- _Saved entries_:
====

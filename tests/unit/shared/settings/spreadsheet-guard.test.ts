import fc from 'fast-check'
import { describe, expect, it } from 'vitest'
import { guard, unguard } from '../../../../shared/settings/spreadsheet-guard'

describe('guard', () => {
  // OWASP, "CSV Injection": = + - @ tab carriage return at the beginning; the wide forms are ours.
  it.each([
    ['=1+2', '\'=1+2'], ['+1+2', '\'+1+2'], ['-1+2', '\'-1+2'], ['@SUM(A1)', '\'@SUM(A1)'], ['\t=1', '\'\t=1'], ['\r', '\'\r'],
    ['＝1', '\'＝1'], ['＋1', '\'＋1'], ['－1', '\'－1'], ['＠1', '\'＠1'], ['=HYPERLINK("http://x.invalid")', '\'=HYPERLINK("http://x.invalid")'],
    ['-', '\'-'], ['-12,5', '\'-12,5'], ['+12.5', '\'+12.5'], ['-01', '\'-01'], ['\'=1', '\'\'=1'], ['\'\'=1', '\'\'\'=1'],
  ])('%j is written %j', (text, cell) => expect(guard(text)).toBe(cell))

  it.each(['-12.5', '-0', '-1e-5', '12', '', 'up', '\'tis', '\'', '\'\'', 'a=b', ' =1', '"=1"', '\'-12.5'.slice(1)])('%j is written as it is', text => expect(guard(text)).toBe(text))

  it('leaves no cell that begins with a formula sign and is no number', () => {
    fc.assert(fc.property(hostile, (text) => {
      const cell = guard(text)
      return !/^[=+\-@\t\r＝＋－＠]/.test(cell) || /^-\d/.test(cell)
    }))
  })
})

const hostile = fc.string({ unit: fc.constantFrom('=', '+', '-', '@', '\t', '\'', '1', '.', 'a', ' ', '＝'), maxLength: 6 })

describe('unguard', () => {
  it('undoes guard on any text', () => {
    fc.assert(fc.property(fc.oneof(hostile, fc.string({ unit: 'binary' })), text => unguard(guard(text)) === text), { numRuns: 1000 })
  })

  it.each([['\'tis', '\'tis'], ['\'=1', '=1'], ['\'\'=1', '\'=1'], ['\'-5', '\'-5'], ['\'', '\''], ['=1', '=1']])('reads %j as %j', (cell, text) => expect(unguard(cell)).toBe(text))
})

====

Print all records shown above, word for word.

filename tests/unit/shared/settings/spreadsheet-guard.test.ts
import fc from 'fast-check'
import { describe, expect, it } from 'vitest'
import { guard, unguard } from '../../../../shared/settings/spreadsheet-guard'

describe('guard', () => {
  // OWASP, "CSV Injection": = + - @ tab carriage return at the beginning; the wide forms are ours.
  it.each([
    ['=1+2', '\'=1+2'], ['+1+2', '\'+1+2'], ['-1+2', '\'-1+2'], ['@SUM(A1)', '\'@SUM(A1)'], ['\t=1', '\'\t=1'], ['\r', '\'\r'],
    ['＝1', '\'＝1'], ['＋1', '\'＋1'], ['－1', '\'－1'], ['＠1', '\'＠1'], ['=HYPERLINK("http://x.invalid")', '\'=HYPERLINK("http://x.invalid")'],
    ['-', '\'-'], ['-12,5', '\'-12,5'], ['+12.5', '\'+12.5'], ['-01', '\'-01'], ['\'=1', '\'\'=1'], ['\'\'=1', '\'\'\'=1'],
  ])('%j is written %j', (text, cell) => expect(guard(text)).toBe(cell))

  it.each(['-12.5', '-0', '-1e-5', '12', '', 'up', '\'tis', '\'', '\'\'', 'a=b', ' =1', '"=1"', '\'-12.5'.slice(1)])('%j is written as it is', text => expect(guard(text)).toBe(text))

  it('leaves no cell that begins with a formula sign and is no number', () => {
    fc.assert(fc.property(hostile, (text) => {
      const cell = guard(text)
      return !/^[=+\-@\t\r＝＋－＠]/.test(cell) || /^-\d/.test(cell)
    }))
  })
})

const hostile = fc.string({ unit: fc.constantFrom('=', '+', '-', '@', '\t', '\'', '1', '.', 'a', ' ', '＝'), maxLength: 6 })

describe('unguard', () => {
  it('undoes guard on any text', () => {
    fc.assert(fc.property(fc.oneof(hostile, fc.string({ unit: 'binary' })), text => unguard(guard(text)) === text), { numRuns: 1000 })
  })

  it.each([['\'tis', '\'tis'], ['\'=1', '=1'], ['\'\'=1', '\'=1'], ['\'-5', '\'-5'], ['\'', '\''], ['=1', '=1']])('reads %j as %j', (cell, text) => expect(unguard(cell)).toBe(text))
})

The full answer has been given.